Occultations et déformations dans l’histoire écrite au masculin

« Il est plus que temps de dénoncer une histoire qui s’écrirait sans les femmes, et d’affirmer ensuite la possibilité d’une histoire des femmes »

Dans son avant-propos, Geneviève Fraisse ajoute « Le réel de la vie des femmes, les représentations imaginaires de la différence des sexes ont alimenté la construction du sujet femme, de l’actrice de l’histoire, de l’individu féministe »…

Anne-Marie Sohn écrit dans son introduction (http://catalogue-editions.ens-lyon.fr/resources/titles/29021100272570/
extras/Sohn13_PDF_EXTRAIT.pdf
) que « Le temps n’est plus où l’histoire des femmes était une « histoire sans qualité », où les femmes étaient « cachées ». Le temps n’est plus de se demander si « une histoire des femmes est possible » ni de vouloir les femmes enfin « visibles ». ». L’auteure concluait « Le problème qui se pose désormais à la discipline toute entière est de convaincre que sans les femmes – à la fois comme objet d’étude et chercheuses – l’histoire bute sur des impasses conceptuelles et méthodologiques »

A lire un certain nombre d’ouvrages sur l’histoire, il me semble que la leçon n’a pas été retenue. Et je peux élargir le propos.

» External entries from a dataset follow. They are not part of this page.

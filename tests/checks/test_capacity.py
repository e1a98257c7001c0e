"""Tests of checks/capacity.py: wall unit shear capacity per design basis.

Concrete: ACI 318-19 §18.10.4.1, Vn = Acv (αc λ √f'c + ρt fy) in psi, hand-computed
here in the US units of the code; φ = 0.60 of ACI 318-19 §21.2.4.1 and the cap
10 √f'c of §18.10.4.4 are from memory. Wood: AWC SDPWS 2015 §4.3.3.
"""

from __future__ import annotations

import math

import pytest
from hypothesis import given, settings
from hypothesis import strategies as st

from allocation.parameters import AssemblyKind, AssemblyProperties
from checks.capacity import alpha_c, concrete_nominal_shear_stress, wall_unit_capacity
from checks.project import Assembly, ConcreteParams, DesignBasis
from ifc_bridge.shear_walls import MatchRule

IN = 0.0254  # NIST SP 811 App. B, exact
FT = 0.3048  # NIST SP 811 App. B, exact
LBF = 4.4482216152605  # NIST SP 811 App. B, exact
PSI = LBF / IN**2
PLF = LBF / FT
ROOT_4000 = math.sqrt(4000.0)  # 63.246 psi


def concrete(fc_psi=4000.0, fy_psi=60000.0, rho_t=0.0025, lam=1.0) -> ConcreteParams:
    return ConcreteParams(fc=fc_psi * PSI, fy=fy_psi * PSI, rho_t=rho_t, lambda_=lam)


def assembly(**kw) -> Assembly:
    kind = kw.pop("kind", AssemblyKind.WOOD_PANEL)
    return Assembly(
        name="A",
        kind=kind,
        match=MatchRule(assembly="A", type_name="A"),
        properties=AssemblyProperties(name="A", kind=kind),
        **kw,
    )


@pytest.mark.parametrize(
    ("hw_lw", "expected"),
    [
        (0.5, 3.0),  # ACI 318-19 §18.10.4.1: hw/lw <= 1.5
        (1.5, 3.0),  # ACI 318-19 §18.10.4.1
        (1.75, 2.5),  # ACI 318-19 §18.10.4.1: linear between 1.5 and 2.0
        (2.0, 2.0),  # ACI 318-19 §18.10.4.1: hw/lw >= 2.0
        (4.0, 2.0),  # ACI 318-19 §18.10.4.1
    ],
)
def test_alpha_c(hw_lw, expected):
    assert alpha_c(hw_lw) == pytest.approx(expected)


@pytest.mark.parametrize(
    ("params", "hw_lw", "expected_psi"),
    [
        # ACI 318-19 §18.10.4.1: 3 x 63.246 + 0.0025 x 60000 = 339.74 psi
        (concrete(), 1.0, 3 * ROOT_4000 + 150.0),
        # ACI 318-19 §18.10.4.1: 2.5 x 63.246 + 150 = 308.11 psi
        (concrete(), 1.75, 2.5 * ROOT_4000 + 150.0),
        # ACI 318-19 §18.10.4.1: 2 x 63.246 + 150 = 276.49 psi
        (concrete(), 2.5, 2 * ROOT_4000 + 150.0),
        # ACI 318-19 §18.10.4.1 with λ = 0.75 (lightweight): 142.30 + 150 = 292.30 psi
        (concrete(lam=0.75), 1.0, 0.75 * 3 * ROOT_4000 + 150.0),
        # ACI 318-19 §18.10.4.4 cap 10 √f'c = 632.46 psi (from memory) < 789.7 psi
        (concrete(rho_t=0.01), 1.0, 10 * ROOT_4000),
    ],
)
def test_concrete_nominal_shear_stress(params, hw_lw, expected_psi):
    got = concrete_nominal_shear_stress(params, hw_lw)
    assert got == pytest.approx(expected_psi * PSI, rel=1e-12)


def test_hand_value_339_7_psi():
    # ACI 318-19 §18.10.4.1 worked by hand: f'c 4000 psi, ρt 0.0025, fy 60 ksi, hw/lw 1
    got_psi = concrete_nominal_shear_stress(concrete(), 1.0) / PSI
    assert got_psi == pytest.approx(339.7, abs=0.05)  # rounded to 0.1 psi


def test_si_form_of_alpha_c_agrees_with_psi_form():
    # ACI 318-19 (SI edition) writes αc as 0.25 and 0.17 for √f'c in MPa (from memory):
    # 3 √(psi) = 3 √(0.0068948 MPa) = 0.249 √MPa and 2 -> 0.166, so they agree to ~2 %
    fc_mpa = 4000 * PSI / 1e6
    c = concrete(rho_t=0.0)
    assert concrete_nominal_shear_stress(c, 1.0) / 1e6 == pytest.approx(
        0.25 * math.sqrt(fc_mpa), rel=1e-2
    )
    assert concrete_nominal_shear_stress(c, 3.0) / 1e6 == pytest.approx(
        0.17 * math.sqrt(fc_mpa), rel=2.5e-2
    )


@pytest.mark.parametrize(
    ("basis", "expected_plf"),
    [
        # ACI 318-19 §18.10.4.1, φ = 0.60 (§21.2.4.1, from memory): 0.6 x 8 in x 339.74
        # psi = 1630.7 lb/in = 19569 plf
        (DesignBasis.LRFD, 0.6 * 8 * (3 * ROOT_4000 + 150.0) * 12),
        # common practice: ASD = 0.7 x φVn (ASCE 7-16 §2.4.5 uses 0.7E): 13698 plf
        (DesignBasis.ASD, 0.7 * 0.6 * 8 * (3 * ROOT_4000 + 150.0) * 12),
    ],
)
def test_concrete_wall_unit_capacity(basis, expected_plf):
    a = assembly(kind=AssemblyKind.CONCRETE, concrete=concrete())
    got = wall_unit_capacity(
        a, length=10 * FT, height=10 * FT, thickness=8 * IN, basis=basis
    )
    assert got == pytest.approx(expected_plf * PLF, rel=1e-9)


def test_concrete_wall_unit_capacity_hand_numbers():
    a = assembly(kind=AssemblyKind.CONCRETE, concrete=concrete())
    got = wall_unit_capacity(
        a, length=3.0, height=3.0, thickness=8 * IN, basis=DesignBasis.LRFD
    )
    assert got / PLF == pytest.approx(19569, abs=1)  # hand: 0.6 x 8 x 339.74 x 12 plf


@pytest.mark.parametrize("thickness", [0.0, -0.2, math.nan])
def test_concrete_without_geometry_has_no_capacity(thickness):
    a = assembly(kind=AssemblyKind.CONCRETE, concrete=concrete())
    got = wall_unit_capacity(
        a, length=3.0, height=3.0, thickness=thickness, basis=DesignBasis.LRFD
    )
    assert got is None


@pytest.mark.parametrize("basis", list(DesignBasis))
def test_user_capacity_always_wins(basis):  # config spec: unit_shear_capacity wins
    a = assembly(
        unit_shear_capacity=260 * PLF,
        nominal_unit_shear=680 * PLF,
        capacity_source="user",
    )
    got = wall_unit_capacity(a, length=2.0, height=2.7, thickness=0.15, basis=basis)
    assert got == pytest.approx(260 * PLF)


def test_user_capacity_wins_for_concrete():
    a = assembly(
        kind=AssemblyKind.CONCRETE,
        concrete=concrete(),
        unit_shear_capacity=5000 * PLF,
        capacity_source="user",
    )
    got = wall_unit_capacity(
        a, length=3, height=3, thickness=0.2, basis=DesignBasis.ASD
    )
    assert got == pytest.approx(5000 * PLF)


@pytest.mark.parametrize(
    ("basis", "expected_plf"),
    [
        (DesignBasis.ASD, 340.0),  # SDPWS 2015 §4.3.3: 680 / 2.0, from memory
        (DesignBasis.LRFD, 544.0),  # SDPWS 2015 §4.3.3: 0.8 x 680, from memory
    ],
)
def test_nominal_unit_shear_per_basis(basis, expected_plf):
    a = assembly(nominal_unit_shear=680 * PLF, capacity_source="SDPWS 2015 Table 4.3A")
    got = wall_unit_capacity(a, length=2.0, height=2.7, thickness=0.15, basis=basis)
    assert got == pytest.approx(expected_plf * PLF)


def test_nothing_given_gives_none():
    a = assembly(kind=AssemblyKind.MASONRY)
    assert wall_unit_capacity(a, length=2, height=3, thickness=0.2, basis="ASD") is None


@settings(max_examples=100, derandomize=True)
@given(
    fc=st.floats(2500, 10000),
    rho=st.floats(0.0025, 0.02),
    hw_lw=st.floats(0.2, 5.0),
    scale=st.floats(0.5, 4.0),
    t=st.floats(0.1, 0.6),
)
def test_concrete_capacity_properties(fc, rho, hw_lw, scale, t):
    base = concrete(fc_psi=fc, rho_t=rho)
    v = concrete_nominal_shear_stress(base, hw_lw)
    # ACI 318-19 §18.10.4.1: more steel, stronger concrete, squatter wall -> not weaker
    assert (
        concrete_nominal_shear_stress(concrete(fc_psi=fc, rho_t=rho * 1.1), hw_lw) >= v
    )
    assert (
        concrete_nominal_shear_stress(concrete(fc_psi=fc * 1.1, rho_t=rho), hw_lw) >= v
    )
    assert concrete_nominal_shear_stress(base, hw_lw * 0.9) >= v
    assert v <= 10 * math.sqrt(fc) * PSI * (1 + 1e-12)  # ACI 318-19 §18.10.4.4 cap
    # per unit length the capacity depends on thickness and hw/lw only (Acv = lw t)
    a = assembly(kind=AssemblyKind.CONCRETE, concrete=base)
    one = wall_unit_capacity(
        a, length=3.0, height=3.0 * hw_lw, thickness=t, basis="LRFD"
    )
    scaled = wall_unit_capacity(
        a, length=3.0 * scale, height=3.0 * scale * hw_lw, thickness=t, basis="LRFD"
    )
    assert scaled == pytest.approx(one, rel=1e-9)
    double = wall_unit_capacity(
        a, length=3.0, height=3.0 * hw_lw, thickness=2 * t, basis="LRFD"
    )
    assert double == pytest.approx(2 * one, rel=1e-12)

Le choix ou l’incapacité de prendre en compte, ce que nous nommons pour le temps présent, les rapports sociaux de sexe, de classe, de racisation, non seulement entrave les connaissances mais invente une histoire déformée et partialement partielle, qui reste majoritairement celle écrite par les « vainqueurs ».

Je ne vais pas détailler les textes issus du colloque de novembre 1997, qui faisait suite au colloque de Saint-Maximin « Une histoire des femmes est-elle possible ». Je me contente de souligner des éléments d’un court et percutant texte d’Eleni Varikas.

L’auteure aborde, entre autres, le développement des recherches historiques sur les femmes et le genre, la catégorisation « les femmes » et son fantasme d’homogénéité, le titre d’une anthologie de féministes noires étasuniennes « Toutes les femmes sont blanches, tous Noirs sont des hommes, mais certaines d’entre nous étaient courageuses », la nécessité de prendre en compte l’« interdépendance des rapports sociaux et des rapports de domination d’ordres et d’origines différents », les configurations historiques concrètes « du sexisme, du racisme, du colonialisme, du nationalisme, de la xénophobie », les réductions économistes, l’occultation des clivages internes aux populations…

« le fait d’introduire les femmes dans l’histoire, ce n’est pas seulement compléter les vides d’une connaissance historique : c’est interroger et souvent bouleverser les présupposés implicites qui informent nos grilles de lecture, nos schémas explicatifs, nos catégories d’analyse, les définitions même des objets étudiés ».

J’ai aussi été intéressé par les interventions de Efi Avdela, Leora Auslander, Claudine Leduc, Michèle Riot-Sarcey, Nancy L. Green, Geneviève Sellier, Marie-Jo Bonnet, Sylvie Chaperon, Nicole Mosconi, Françoise Thébaud…

Un ensemble un peu disparate, ou chacun-e pourra trouver de multiples sources de réflexion… « Leur insertion dans la compréhension historique relève d’une démarche fondamentale et globale de prise en compte de toutes les dimensions d’une société » (Odile Goerg)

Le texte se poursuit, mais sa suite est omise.